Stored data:

——

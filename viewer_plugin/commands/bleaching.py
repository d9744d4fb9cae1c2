"""``stackdepth bleaching INPUT``: did the signal fade during acquisition, and is it within tolerance?

Prints one sentence with the verdict, decided from the 95 % interval of the
fraction lost. Exit status 0 when the whole interval is within the tolerance,
4 when it spans the tolerance (inconclusive: more photons, frames or a second
look are needed), 3 when the whole interval exceeds it (so a pipeline can
stop), 2 for bad input.
``-o`` writes a bleaching-corrected float32 OME-TIFF, ``--equalise`` a copy
with every frame's contrast equalised to frame 0 (for display and
segmentation only), ``--report`` a JSON report (every field of the estimate
plus input, parameters, version and caveat), ``--plot`` a PNG of the measured
and modelled signal with the tolerance line. With ``--reverse SECOND_PASS``
the two files are two passes over the same stack (the second acquired
deepest-first) and bleaching per exposure and the attenuation length are
separated. JSON has no infinity: an infinite half-life or interval end is
stored as ``null``. The work itself is in :mod:`viewer_plugin.jobs.bleaching`.
"""

from __future__ import annotations

import argparse
from pathlib import Path
from typing import Any

from .._shared.jsonio import write_json
from ..jobs.choices import BLEACHING_CAVEAT, EQUALISE_NOTE, RESCALE, TOLERANCE_NOTE
from ._common import (
    EXIT_OK,
    EXIT_OVER_TOLERANCE,
    CommandError,
    TerminalProgress,
    check_outputs,
    finish_parser,
    print_notes,
    read_input,
    save_figure,
    write_image,
)

#: The 95 % interval of the loss spans the tolerance: neither within nor above it.
EXIT_INCONCLUSIVE = 4
#: Exit status of each verdict.
VERDICT_EXIT = {"within": EXIT_OK, "inconclusive": EXIT_INCONCLUSIVE, "exceeds": EXIT_OVER_TOLERANCE}

OUTPUTS = ("output", "report", "plot", "equalise")
IMAGES = ("output", "equalise")


def register(sub: Any) -> None:
    parser = sub.add_parser(
        "bleaching", help="check a time series or z-stack for photobleaching",
        description="Measure how much the foreground signal faded along the acquisition "
        "(time points, or the slices of one z-stack), fit first-order bleaching, and compare the "
        "95 % interval of the loss with a tolerance. Exit status: 0 within tolerance (the whole "
        "interval at or below it), 4 inconclusive (the interval spans it), 3 above it (the whole "
        "interval above it), 2 for bad input. "
        "One z-stack alone cannot tell bleaching from depth attenuation: acquire a second pass "
        "deepest-first and give it with --reverse.")
    parser.add_argument("input", metavar="INPUT", help="OME-TIFF or TIFF (time series or z-stack)")
    parser.add_argument("--axis", choices=("t", "z"), default=None,
                        help="acquisition axis (default: t when INPUT has time points, else z)")
    parser.add_argument("--interval", type=float, default=None, metavar="S",
                        help="seconds between time points (for --axis z: the z-step in um); "
                        "default: from the file")
    parser.add_argument("--tolerance", default="0.10", metavar="F",
                        help="accepted fraction of signal lost, e.g. 0.1 or 10%% ("
                        + TOLERANCE_NOTE.replace("%", "%%") + ")")
    parser.add_argument("--report", default=None, metavar="R.json", help="write a JSON report")
    parser.add_argument("--plot", default=None, metavar="P.png", help="write a PNG of the check")
    parser.add_argument("-o", "--output", default=None, metavar="CORRECTED",
                        help="write the bleaching-corrected series here (.ome.tif, float32)")
    parser.add_argument("--rescale", choices=RESCALE, default="model",
                        help="how -o rescales each frame: divide by the fitted decay (model, "
                        "default) or by the frame's measured foreground signal (measured)")
    parser.add_argument("--equalise", default=None, metavar="OUT",
                        help="also write a copy (.ome.tif) whose frames' contrast is equalised to "
                        "frame 0 (histogram specification: for display and segmentation, not for "
                        "intensities)")
    parser.add_argument("--reverse", default=None, metavar="SECOND_PASS",
                        help="second pass over the same stack, acquired deepest-first (stored "
                        "surface first): separate bleaching from attenuation")
    finish_parser(parser, run, channel_help="channel to check (default 0 when INPUT has several)")


def parse_tolerance(text: str) -> float:
    """``"0.1"`` or ``"10%"`` -> 0.1; a fraction strictly between 0 and 1."""
    raw = str(text).strip()
    try:
        value = float(raw[:-1]) / 100 if raw.endswith("%") else float(raw)
    except ValueError:
        raise CommandError(f"--tolerance: expected a fraction such as 0.1 or a percentage such "
                           f"as 10%, got {text!r}") from None
    if not 0 < value < 1:
        raise CommandError(f"--tolerance: expected a fraction between 0 and 1 (e.g. 0.1 for "
                           f"10 %), got {text!r}")
    return value


def _outputs(args: argparse.Namespace) -> dict[str, Path | None]:
    out = check_outputs(args, OUTPUTS, IMAGES)
    for option in IMAGES:
        if out[option] is not None and args.reverse is not None:
            raise CommandError(f"--{option}: not available with --reverse; the two-pass mode only "
                               "measures (correct attenuation with 'stackdepth attenuation')")
    return out


def _payload(args: argparse.Namespace, provenance: dict[str, Any]) -> dict[str, Any]:
    return {
        "stackdepth_version": provenance["stackdepth_version"],
        "command": "bleaching",
        "input": str(Path(args.input).resolve()),
        "reverse": str(Path(args.reverse).resolve()) if args.reverse else None,
        "parameters": provenance,
        "caution": BLEACHING_CAVEAT,
        "null_means": "infinite (JSON has no infinity), or not measured",
    }


def run(args: argparse.Namespace) -> int:
    from ..jobs import BleachingOptions, bleaching_record, check_bleaching, select

    outputs = _outputs(args)
    tolerance = parse_tolerance(args.tolerance)
    if args.reverse is not None and not Path(args.reverse).exists():
        raise CommandError(f"--reverse: {args.reverse}: no such file")
    stack = read_input(args.input)
    if args.reverse is not None:
        return _run_two_pass(args, stack, tolerance, outputs)
    selection = select(stack, channel=args.channel, several_channels="first")
    kind = {"t": "time", "z": "depth", None: None}[args.axis]
    options = BleachingOptions(axis_kind=kind, interval=args.interval, tolerance=tolerance)
    with TerminalProgress("bleaching") as progress:
        checked = check_bleaching(selection, options, progress=progress)
    report = checked.report
    if outputs["output"] is not None:
        _write_copy(outputs["output"], checked, "correcting", args, rescale=args.rescale)
    if outputs["equalise"] is not None:
        _write_copy(outputs["equalise"], checked, "equalising", args)
    if outputs["plot"] is not None:
        from ..plots.bleaching import bleaching_figure

        truth = stack.truth or {}
        rate = truth.get("bleach_rate_per_frame") if report.axis_kind == "time" else None
        save_figure(outputs["plot"], bleaching_figure(report, truth_rate=rate))
    if outputs["report"] is not None:
        payload = _payload(args, dict(checked.provenance, rescale=args.rescale
                                      if outputs["output"] else None))
        payload.update(bleaching_record(checked))
        if stack.truth:
            payload["demo_truth"] = stack.truth
        write_json(outputs["report"], payload)
    print_notes(selection.notes + checked.notes)
    print(report.summary)
    if report.caveat:
        print(f"caveat: {report.caveat}")
    _print_written(outputs)
    return VERDICT_EXIT[checked.report.verdict]


def _write_copy(path: Path, checked: Any, label: str, args: argparse.Namespace, *,
                rescale: str | None = None) -> None:
    from ..jobs import correct_checked, equalise_checked

    with TerminalProgress(label) as progress:
        if rescale is None:
            copy = equalise_checked(checked, progress=progress)
            key = "contrast_equalisation"
        else:
            copy = correct_checked(checked, rescale=rescale, progress=progress)
            key = "bleaching_correction"
    write_image(path, copy.data, copy.geometry, metadata={key: copy.provenance},
                overwrite=args.overwrite)


def _print_written(outputs: dict[str, Path | None]) -> None:
    for path in outputs.values():
        if path is not None:
            print(f"wrote {path}")
    if outputs.get("output") is not None:
        print(f"caution: {BLEACHING_CAVEAT}")
    if outputs.get("equalise") is not None:
        print(f"note: {EQUALISE_NOTE}")


def _run_two_pass(args: argparse.Namespace, stack: Any, tolerance: float,
                  outputs: dict[str, Path | None]) -> int:
    from ..jobs import select, separate_passes
    from ..plots.bleaching import two_pass_figure

    if args.axis == "t":
        raise CommandError("--axis t: expected z with --reverse (two passes over one z-stack)")
    forward = select(stack, channel=args.channel, several_channels="first", several_times="first")
    reverse = select(read_input(args.reverse, name="--reverse"), channel=args.channel,
                     several_channels="first", several_times="first", name="--reverse")
    with TerminalProgress("two-pass") as progress:
        two = separate_passes(forward, reverse, z_step=args.interval, tolerance=tolerance,
                              progress=progress)
    if outputs["plot"] is not None:
        save_figure(outputs["plot"], two_pass_figure(two.result, truth=stack.truth))
    if outputs["report"] is not None:
        payload = _payload(args, two.provenance)
        payload.update(two.result.to_dict())
        if stack.truth:
            payload["demo_truth"] = stack.truth
        write_json(outputs["report"], payload)
    print_notes(forward.notes + reverse.notes + two.notes)
    print(two.result.summary)
    print(f"caveat: {two.result.caveat}")
    _print_written(outputs)
    return VERDICT_EXIT[two.result.verdict]
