"""Sub-commands of the ``stackdepth`` command line (see :mod:`viewer_plugin.cli`).

Each module defines ``register(subparsers)`` that adds its parser and sets
``func=run``; ``run(args)`` returns the exit status. Only ``view`` imports
napari, and only when it runs.
"""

——

TASK DETAILS: What you retype should run from the first line of the entries above through the line containing "the two files", exactly and in full.

RESPONSE TO THIS EXERCISE:
filename viewer_plugin/commands/bleaching.py
repository d9744d4fb9cae1c2
"""``stackdepth bleaching INPUT``: did the signal fade during acquisition, and is it within tolerance?

Prints one sentence with the verdict, decided from the 95 % interval of the
fraction lost. Exit status 0 when the whole interval is within the tolerance,
4 when it spans the tolerance (inconclusive: more photons, frames or a second
look are needed), 3 when the whole interval exceeds it (so a pipeline can
stop), 2 for bad input.
``-o`` writes a bleaching-corrected float32 OME-TIFF, ``--equalise`` a copy
with every frame's contrast equalised to frame 0 (for display and
segmentation only), ``--report`` a JSON report (every field of the estimate
plus input, parameters, version and caveat), ``--plot`` a PNG of the measured
and modelled signal with the tolerance line. With ``--reverse SECOND_PASS``
the two files are two passes over the same stack (the second acquired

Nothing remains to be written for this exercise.